= Exercise =
Should a line in the entries below contain "pgTable", return that line.

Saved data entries
• • • • •

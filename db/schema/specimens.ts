import { doublePrecision, index, integer, pgTable, uuid, varchar } from "drizzle-orm/pg-core";
import { instantColumn, syncedColumns } from "./columns";
import { deliveries } from "./deliveries";
import { temperatureSensors } from "./maturity";
import { placements } from "./placements";
import { syncedConstraints } from "./synced";

/** Cylinders moulded from one sample (ASTM C31), with their initial-curing temperatures. */
export const specimenSets = pgTable(
  "specimen_sets",
  {
    ...syncedColumns(),
    placementId: uuid("placement_id")
      .notNull()
      .references(() => placements.id),
    deliveryId: uuid("delivery_id").references(() => deliveries.id),
    setCode: varchar("set_code", { length: 40 }).notNull(),
    cylinderDiameterMm: integer("cylinder_diameter_mm").notNull(),
    cylinderLengthMm: doublePrecision("cylinder_length_mm").notNull(),
    count: integer("count").notNull(),
    castAt: instantColumn("cast_at").notNull(),
    initialCuringMinC: doublePrecision("initial_curing_min_c"),
    initialCuringMaxC: doublePrecision("initial_curing_max_c"),
    testAgesDays: integer("test_ages_days").array().notNull(),
    /**
     * The logger that cured with the set (cast in a field-cured cylinder or placed beside it); null:
     * standard curing. The calibration reads this sensor's record from the cast to each break.
     */
    sensorId: uuid("sensor_id").references(() => temperatureSensors.id),
  },
  (t) => [...syncedConstraints("specimen_sets", t), index("specimen_sets_placement_idx").on(t.placementId)],
);

/**
 * One cylinder broken by the lab (ASTM C39). Not frozen by the placement's sign-off: breaks arrive
 * days or weeks after the placement was signed.
 */
export const breaks = pgTable(
  "breaks",
  {
    ...syncedColumns(),
    specimenSetId: uuid("specimen_set_id")
      .notNull()
      .references(() => specimenSets.id),
    testedAt: instantColumn("tested_at").notNull(),
    ageDays: integer("age_days").notNull(),
    loadKN: doublePrecision("load_kn").notNull(),
    diameterMm: doublePrecision("diameter_mm").notNull(),
    lengthMm: doublePrecision("length_mm"),
    fractureType: integer("fracture_type"),
    /** Computed on the server from load and dimensions (lib/concrete cylinderStrengthMPa). */
    strengthMPa: doublePrecision("strength_mpa").notNull(),
  },
  (t) => [...syncedConstraints("breaks", t), index("breaks_set_idx").on(t.specimenSetId)],
);
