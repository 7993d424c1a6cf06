import { doublePrecision, index, pgEnum, pgTable, uuid } from "drizzle-orm/pg-core";
import { instantColumn, syncedColumns } from "./columns";
import { placements } from "./placements";
import { syncedConstraints } from "./synced";
import { SUN_EXPOSURES } from "./enums";

export const sunExposure = pgEnum("sun_exposure", SUN_EXPOSURES);

/** A timed weather reading at the site, for one placement or for the project in general. */
export const weatherObservations = pgTable(
  "weather_observations",
  {
    ...syncedColumns(),
    placementId: uuid("placement_id").references(() => placements.id),
    observedAt: instantColumn("observed_at").notNull(),
    airTempC: doublePrecision("air_temp_c").notNull(),
    relativeHumidityPct: doublePrecision("relative_humidity_pct").notNull(),
    windKmh: doublePrecision("wind_kmh").notNull(),
    concreteTempC: doublePrecision("concrete_temp_c"),
    sun: sunExposure("sun"),
    /** Computed on the server (Uno's form of the ACI 305R nomograph); null without a concrete temperature. */
    evaporationKgM2H: doublePrecision("evaporation_kg_m2_h"),
  },
  (t) => [
    ...syncedConstraints("weather_observations", t),
    index("weather_observations_placement_idx").on(t.placementId),
  ],
);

• • • • •

= Response to this exercise =
import { doublePrecision, index, integer, pgTable, uuid, varchar } from "drizzle-orm/pg-core";
export const specimenSets = pgTable(
export const breaks = pgTable(
import { doublePrecision, index, pgEnum, pgTable, uuid } from "drizzle-orm/pg-core";
export const weatherObservations = pgTable(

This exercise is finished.